Important New Research Alert: What you can do to make sure your student gets what they need

A recent national study of approximately 2500 youth with ADHD ages 4 to 17 revealed some alarming findings about how the needs of students with ADHD are NOT being met. Although the majority of students were receiving one or more interventions, the authors, led by George DuPaul, Ph.D. of Lehigh University found that at least one in three students with ADHD received no school interventions even though they showed significant academic and social difficulties.[1]

This is especially true for kids from non-English speaking and/or lower income families. Other shocking results: One in four students with ADHD had repeated a grade, one in six had been expelled from school. In addition, middle and high school students with ADHD were less likely than elementary school students to receive any school services despite similar if not worse academic and social functioning.[2]

Honestly, I am quite distressed by the results of this study. Given that school is often the hardest area of functioning for kids with ADHD and there’s been so much professional development for educators about ADHD in the past decade, I guess I had naively believed that things were better than this. While this study sheds a glaring light on the lack of educational support and interventions for ALL kids with ADHD, those youngsters from non-English speaking families or those with fewer means have educational needs that are particularly neglected. Such disparities in who or who doesn’t get help means that education—a fundamental American value as the path for people to overcome racial and/or socioeconomic obstacles to find success on their own terms—is actually thwarting kids with ADHD. This is completely unacceptable.

School-based interventions improve classroom behavior, academic performance and social relationships. For middle and high school with ADHD this current is particularly critical: they already run a higher risk for underachievement and dropping out. This current study also implies that services kids receive in elementary school are discontinued as they mature. It’s a sad irony I’ve seen too many times: when kids with ADHD have useful scaffolding and are doing better, the services are later withdrawn because of their success. Instead, these interventions need to remain in place to help with the increasing executive functioning demands for independence in middle and high school.

What can you do to make sure your son or daughter is getting the services they need?

  1. If your child was given a diagnosis of ADHD by a primary care or mental health provider and has not received an IEP or 504 evaluation, call the school and set up a meeting right away.

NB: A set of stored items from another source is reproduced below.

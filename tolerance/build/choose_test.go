package build_test

import (
	"fmt"
	"strings"
	"testing"
)

// open replaces the fixed upper capacitor of the good build by an open one.
func open(choose string) string {
	return strings.Replace(good, "upper: {ref: C1, value: 220 pF, family: c0g, tolerance: 5 %}", "upper: {ref: C1, "+choose+"}", 1)
}

// TestFittings lists what may fill an opening: every family in every listed
// grade that it is sold in, at every value.
func TestFittings(t *testing.T) {
	for _, c := range []struct {
		name, choose string
		want         []string
	}{
		{"families and grades", "value: 220 pF, choose: {families: [c0g, polystyrene], tolerances: [2 %, 2.5 %, 5 %]}",
			[]string{"c0g 0.02 220 pF", "c0g 0.05 220 pF", "polystyrene 0.025 220 pF", "polystyrene 0.05 220 pF"}},
		{"every grade of the family", "value: 220 pF, family: mica, choose: {}",
			[]string{"mica 0.01 220 pF", "mica 0.02 220 pF", "mica 0.05 220 pF"}},
		{"listed values", "choose: {families: [c0g], tolerances: [5 %], values: [180 pF, 220 pF]}",
			[]string{"c0g 0.05 180 pF", "c0g 0.05 220 pF"}},
		// E24 from 198 pF to 242 pF, the nearest by ratio first.
		{"around a value", "choose: {families: [c0g], tolerances: [5 %], around: 220 pF, within: 10 %, series: E24}",
			[]string{"c0g 0.05 220 pF", "c0g 0.05 240 pF", "c0g 0.05 200 pF"}},
		{"a grade written beside is the base only", "value: 220 pF, tolerance: 5 %, choose: {families: [c0g], tolerances: [1 %, 5 %]}",
			[]string{"c0g 0.01 220 pF", "c0g 0.05 220 pF"}},
	} {
		t.Run(c.name, func(t *testing.T) {
			b, err := read(open(c.choose))
			if err != nil {
				t.Fatal(err)
			}
			var got []string
			for _, f := range b.Fittings(b.Openings[0]) {
				got = append(got, fmt.Sprintf("%s %g %s", f.Pieces[0].Family, f.Pieces[0].Tolerance, f.Text))
				if f.Pieces[0].Part.Grade() != f.Pieces[0].Tolerance {
					t.Errorf("%s is placed with a tolerance of %g", got[len(got)-1], f.Pieces[0].Part.Grade())
				}
			}
			if strings.Join(got, ", ") != strings.Join(c.want, ", ") {
				t.Errorf("got %q, want %q", got, c.want)
			}
		})
	}
}

// TestFitLeavesTheBuild fits an opening, all its positions, and leaves the
// build it was fitted from as it was.
func TestFitLeavesTheBuild(t *testing.T) {
	b, err := read(open("value: 220 pF, choose: {families: [c0g, polystyrene], tolerances: [5 %]}"))
	if err != nil {
		t.Fatal(err)
	}
	list := b.Fittings(b.Openings[0])
	fitted, err := b.Fit(list[1:])
	if err != nil {
		t.Fatal(err)
	}
	for _, position := range []string{"fixed.upper", "fixed.lower"} {
		if got := fitted.Place(position).Part; got.Family != "polystyrene" {
			t.Errorf("%s is %+v", position, got)
		}
		if got := b.Place(position).Part; got.Family != "c0g" {
			t.Errorf("%s of the original is %+v", position, got)
		}
	}
	if fitted.Place("fixed.lower").Part.Ref != "C2" || len(fitted.Openings) != 0 || len(b.Openings) != 1 {
		t.Error("references or openings are not as they should be")
	}
}

// TestDefaults asks for what a file may leave out.
func TestDefaults(t *testing.T) {
	text := strings.Replace(good, "change_from: bench, at: [warm], limit", "change_from: warm, limit", 1)
	text = strings.Replace(text, "  warm:  {temperature: 33 °C}", "  warm:  {temperature: 33 °C}\n  cool:  {temperature: 13 °C}", 1)
	b, err := read(text)
	if err != nil {
		t.Fatal(err)
	}
	if got := fmt.Sprint(b.Targets[0].At); got != "[0 2]" {
		t.Errorf("a change from the second of three conditions is asked at %s", got)
	}
	if got := b.Conditions[2].Values; got[0] != 13 || got[1] != 1 || got[2] != 0.5 || b.Conditions[1].Values[0] != 33 || b.Conditions[0].Values[0] != 23 {
		t.Errorf("conditions are %v", b.Conditions)
	}
	if b.Spares != 5 {
		t.Errorf("%d %% spares", b.Spares)
	}
	for text, want := range map[string]bool{"0 %": true, "12 %": true, "2.5 %": false, "101 %": false, "5": false} {
		_, err := read("spares: " + text + "\n" + good)
		if (err == nil) != want {
			t.Errorf("spares of %s: %v", text, err)
		}
	}
}

// TestTypesInFormulas asks what type a formula stage's part is taken for.
func TestTypesInFormulas(t *testing.T) {
	for text, want := range map[string]string{
		"value: 4k7": "resistor", "value: 10 nF": "capacitor", "value: 1 mH": "coil",
		"value: 0..10 kΩ": "trimmer-resistor", "value: 4..34 pF": "trimmer-capacitor",
		"value: 1 nF, family: c0g": "capacitor", "family: signal-diode": "diode",
		"value: 1 nF, choose: {families: [c0g, mica]}":           "capacitor",
		"choose: {families: [film-trimmer], values: [4..34 pF]}": "trimmer-capacitor",
		"value: 1 kΩ, part: resistor":                            "resistor",
	} {
		b, err := read(strings.Replace(good, "parts: {r: {ref: R1, value: 10 kΩ}}", "parts: {r: {ref: R1, value: 10 kΩ}, x: {ref: X9, "+text+"}}", 1))
		if err != nil {
			t.Errorf("%s: %v", text, err)
			continue
		}
		if got := string(b.Place("ratio.x").Type); got != want {
			t.Errorf("%s is taken for a %s, want a %s", text, got, want)
		}
	}
}
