package build_test

import (
	"math"
	"testing"

	"batchwright/data"
	"batchwright/tolerance/build"
	"batchwright/tolerance/spread"
)

// TestPinned leaves the first example's tuner, 4 to 20 pF, at a quarter of its
// travel: the tank has 4 + 16/4 = 8 pF of it. What the other trims do stays, and
// so does the build itself.
func TestPinned(t *testing.T) {
	text, err := data.Examples.ReadFile("examples/lantern.yaml")
	if err != nil {
		t.Fatal(err)
	}
	b, err := build.Read("lantern.yaml", text, nil)
	if err != nil {
		t.Fatal(err)
	}
	trims, targets := len(b.Trims), len(b.Targets)
	pinned := b.Pinned(1, 0.25)
	if pinned.TrimOf("fixed", "tuner") >= 0 || len(pinned.Trims) != trims-1 || pinned.Trims[1] != b.Trims[2] {
		t.Errorf("trims %v", pinned.Trims)
	}
	if len(b.Trims) != trims || len(b.Targets) != targets || b.Place("fixed.tuner").Position != 0.5 {
		t.Error("the original has changed")
	}
	// The target on its reach is gone, the later ones point where they did.
	names := map[string]string{}
	for _, x := range pinned.Targets {
		if x.Trim >= 0 {
			names[x.Name] = pinned.Trims[x.Trim].Role
		}
	}
	if len(pinned.Targets) != targets-1 || names["every unit biases"] != "bias" || names["every unit reaches its level"] != "gain_trim" {
		t.Errorf("targets %v", names)
	}
	m, err := pinned.Compile()
	if err != nil {
		t.Fatal(err)
	}
	low, high := b.Place("fixed.tuner").Part.Parameters[0].Value, b.Place("fixed.tuner").Part.Parameters[1].Value
	// 220 pF twice in series, 7 pF of stray, what is left of the tuner; at 27 °C
	// temperature coefficients move it by less than 2 parts in 1000.
	c := 110e-12 + 7e-12 + low + (high-low)/4
	want := 1 / (2 * math.Pi * math.Sqrt(1.8e-3*c))
	for _, o := range m.Outputs {
		if o.Name.String() == "fixed.frequency" && o.Condition == 0 {
			if got := spread.Linearise(m, o.Node).Values[0]; math.Abs(got/want-1) > 2e-3 {
				t.Errorf("frequency %v, want %v", got, want)
			}
		}
	}
}
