package build_test

import (
	"fmt"
	"math"
	"strings"
	"testing"

	"batchwright/bom/series"
	"batchwright/tolerance/build"
)

// TestChooseFaults asks for one complaint of each fault of a choice, at its
// place.
func TestChooseFaults(t *testing.T) {
	const sound = "value: 220 pF, choose: {families: [c0g], combine: [single, parallel]}"
	if _, err := read(openingText("capacitor", sound)); err != nil {
		t.Fatal(err)
	}
	for _, c := range []struct {
		name, kind, text string
		at               string // the word complained of, the last of its kind in the line
		words            []string
	}{
		{"unknown combination", "capacitor", "value: 1 nF, choose: {families: [c0g], combine: [single, paralel]}", "paralel]", []string{`"paralel"`, "nearest: parallel"}},
		{"combination twice", "capacitor", "value: 1 nF, choose: {families: [c0g], combine: [single, parallel, single]}", "single]", []string{"combination named twice", `"single"`}},
		{"no combination", "capacitor", "value: 1 nF, choose: {families: [c0g], combine: []}", "[]", []string{"empty list of combine"}},
		{"combination of a transistor", "transistor", "choose: {families: [small-signal-npn], combine: [single, parallel]}", "parallel]", []string{"parallel of a transistor", "only resistors, capacitors and coils"}},
		{"combination of a trimmer", "trimmer-capacitor", "value: 4..34 pF, choose: {families: [film-trimmer], combine: series}", "series}", []string{"series of a trimmer-capacitor"}},
		{"unknown lots", "capacitor", "value: 1 nF, choose: {families: [c0g], lots: [mixd]}", "mixd", []string{`"mixd"`, "nearest: mixed"}},
		{"lots twice", "capacitor", "value: 1 nF, choose: {families: [c0g], lots: [one, mixed, one]}", "one]", []string{"lots named twice", `"one"`}},
		{"no lots", "capacitor", "value: 1 nF, choose: {families: [c0g], lots: []}", "[]", []string{"empty list of lots"}},
		{"within without around", "capacitor", "value: 1 nF, choose: {families: [c0g], within: 3 %}", "{families", []string{"within or series without around"}},
		{"series without around", "capacitor", "value: 1 nF, choose: {families: [c0g], series: E12}", "{families", []string{"within or series without around"}},
		{"around without within", "capacitor", "choose: {families: [c0g], around: 1 nF}", "{families", []string{"within is missing"}},
		{"within beside values", "capacitor", "choose: {families: [c0g], combine: parallel, values: [1 nF], within: 3 %}", "3 %}", []string{"within beside values", `"3 %"`}},
		{"series beside values", "capacitor", "choose: {families: [c0g], values: [1 nF], series: E12}", "E12}", []string{"series beside values"}},
		{"around beside values", "capacitor", "choose: {families: [c0g], values: [1 nF], around: 1 nF}", "1 nF}", []string{"around beside values"}},
		{"within of all", "capacitor", "value: 1 nF, choose: {families: [c0g], combine: parallel, within: 100 %}", "100 %}", []string{"within", `"100 %"`, "from 0 % to below 100 %"}},
		{"within below nothing", "capacitor", "choose: {families: [c0g], combine: parallel, around: 1 nF, within: -1 %}", "-1 %}", []string{"from 0 % to below 100 %"}},
		{"within of all for one piece", "capacitor", "choose: {families: [c0g], around: 1 nF, within: 150 %}", "150 %}", []string{"from 0 % to below 100 %"}},
		{"within in picofarads", "capacitor", "value: 1 nF, choose: {families: [c0g], combine: parallel, within: 3 pF}", "3 pF}", []string{`"3 pF"`}},
		{"unknown series", "capacitor", "value: 1 nF, choose: {families: [c0g], combine: parallel, series: E13}", "E13}", []string{`"E13"`, "nearest: E3"}},
		{"around nothing", "capacitor", "choose: {families: [c0g], combine: parallel, around: 0 pF}", "0 pF}", []string{`"0 pF"`, "more than zero"}},
		{"around less than nothing", "capacitor", "choose: {families: [c0g], combine: [single, parallel], around: -1 nF, within: 3 %}", "-1 nF,", []string{`"-1 nF"`, "more than zero"}},
		{"around another unit", "capacitor", "choose: {families: [c0g], combine: parallel, around: 1 mH}", "1 mH}", []string{`"1 mH"`, "capacitance"}},
		{"pair without a value", "capacitor", "choose: {families: [c0g], combine: parallel}", "{part", []string{"missing key value", "in F"}},
		{"value of nothing", "capacitor", "value: 0 pF, choose: {families: [c0g], combine: parallel}", "0 pF,", []string{"more than zero"}},
		{"too much", "capacitor", "value: 1 nF, choose: {families: [c0g, mica, polystyrene, polypropylene], combine: [single, parallel], series: E192, within: 10 %}", "{families", []string{"too much to choose from", "at most 20000 ways", "not 1"}},
		{"more than memory holds", "capacitor", "value: 1 nF, choose: {families: [c0g, mica, polystyrene, polypropylene, polyester, p100, n030, n075], combine: [series, parallel], series: E192, within: 99 %}", "{families", []string{"too much to choose from"}},
		{"nothing", "capacitor", "value: 222.2 pF, choose: {families: [c0g], combine: [parallel], within: 0.01 %, series: E3}", "222.2 pF,", []string{"nothing to choose from", `"222.2 pF"`, "a wider within"}},
		{"reference that ends in a letter", "capacitor", "REF", "X1Z,", []string{"one that ends in a figure", `"X1Z"`}},
		{"steady voltage", "capacitor", "across: 5 V, value: 1 nF, choose: {families: [c0g], combine: [single, series]}", "5 V,", []string{"series pair", "leakage", `"5 V"`}},
	} {
		t.Run(c.name, func(t *testing.T) {
			text := openingText(c.kind, c.text)
			if c.text == "REF" {
				text = strings.Replace(openingText(c.kind, sound), "X1,", "X1Z,", 1)
			}
			line := strings.Split(text, "\n")[7]
			at := fmt.Sprintf("8:%d", len([]rune(line[:strings.LastIndex(line, c.at)]))+1)
			oneFault(t, text, "open pair", "open pair", at, c.words)
		})
	}
	t.Run("steady voltage across a follower", func(t *testing.T) {
		oneFault(t, openingText("capacitor", "value: 1 nF, choose: {families: [c0g], combine: [single, series]}"),
			"same_as: own.x", "same_as: own.x, across: supply", "9:44", []string{"series pair", `"supply"`})
	})
	t.Run("a follower's pieces taken", func(t *testing.T) {
		oneFault(t, openingText("capacitor", sound), "      y:", "      w: {ref: X2B, value: 1 kΩ}\n      y:", "9:16", []string{"duplicate reference", `"X2B"`, "X2 (line 10)"})
	})
	t.Run("pieces taken after", func(t *testing.T) {
		oneFault(t, openingText("capacitor", sound), "      y:", "      w: {ref: X1A, value: 1 kΩ}\n      y:", "9:16", []string{"duplicate reference", `"X1A"`, "line 8"})
	})
}

// TestTooMuch counts what may fill a position before it is listed: as many as a
// naive double loop finds, those of one piece beside them, times the lots.
func TestTooMuch(t *testing.T) {
	const families = "families: [c0g, mica, polystyrene, polypropylene]"
	b, o := opening(t, "capacitor", "value: 2 nF, choose: {"+families+"}")
	near := func(whole, lesser float64) bool {
		return math.Abs(whole/2e-9-1) <= 0.05+1e-12 && lesser/2e-9 >= 0.01-1e-12
	}
	pairs := len(naive(t, b, o, build.Parallel, series.Between("E192", 10e-12, 4e-9), near))
	singles := len(b.Fittings(o))
	list := func(n int) string { // 100 pF, 101 pF and so on
		var words []string
		for i := range n {
			words = append(words, fmt.Sprintf("%d pF", 100+i))
		}
		return "families: [c0g], tolerances: [5 %], values: [" + strings.Join(words, ", ") + "], combine: parallel"
	}
	for _, c := range []struct {
		name, choose string
		n            int
	}{
		{"a window", families + ", series: E192, within: 5 %, combine: [parallel]", pairs},
		{"single too", families + ", series: E192, within: 5 %, combine: [parallel, single]", pairs + singles},
		{"two lots", families + ", series: E192, within: 5 %, combine: [parallel, single], lots: [one, mixed]", 2 * (pairs + singles)},
		{"listed", list(199), 199 * 200 / 2},          // 19,900
		{"one more listed", list(200), 200 * 201 / 2}, // 20,100
		{"two lots of what is listed", list(141) + ", lots: [one, mixed]", 141 * 142},
	} {
		t.Run(c.name, func(t *testing.T) {
			text := openingText("capacitor", "value: 2 nF, choose: {"+c.choose+"}")
			if c.n > build.MaxFittings {
				oneFault(t, text, "open pair", "open pair", "8:58", []string{"too much to choose from", fmt.Sprintf("not %d:", c.n)})
				return
			}
			b, err := read(text)
			if err != nil || len(b.Fittings(b.Openings[0])) != c.n {
				t.Errorf("want %d: %v", c.n, err)
			}
		})
	}
	if pairs <= build.MaxFittings {
		t.Errorf("only %d pairs", pairs)
	}
}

Since your son or daughter already has a diagnosis and meets criteria for one of these interventions, you are entitled to have a meeting. Don’t be afraid to be persistent.
  2. If your son or daughter already has an Individualized Educational Program, a 504 accommodation plan or a Functional Behavioral Assessment Plan, you can request an informal gathering of administrators, teachers and counselors to discuss the support services that are already in place. You many also ask for a formal team meeting to re-evaluate the existing IEP and make changes to it.
  3. I recommend at least one informal meeting of the people at school who know and/or teach your child or teen per year so that you discuss academic and social goals and set up a method of communication that works for everyone. It’s great if the student can participate in part of this meeting as well so their perspective is both heard and integrated into the plan.
  4. If you are unsure about the level of the services that your child is supposed to receive or unclear if the services are indeed being provided, then consider one of these options: A) Asking for someone (of your choice or the school’s) to observe your child in a few different environments at school and share those findings with you and the team; B) Consulting with someone outside of the school such as a learning specialist, ADHD coach or psychotherapist to review what’s in place for your student and make helpful suggestions; C) Speaking with an educational advocate to help you assess your situation and look at possible options.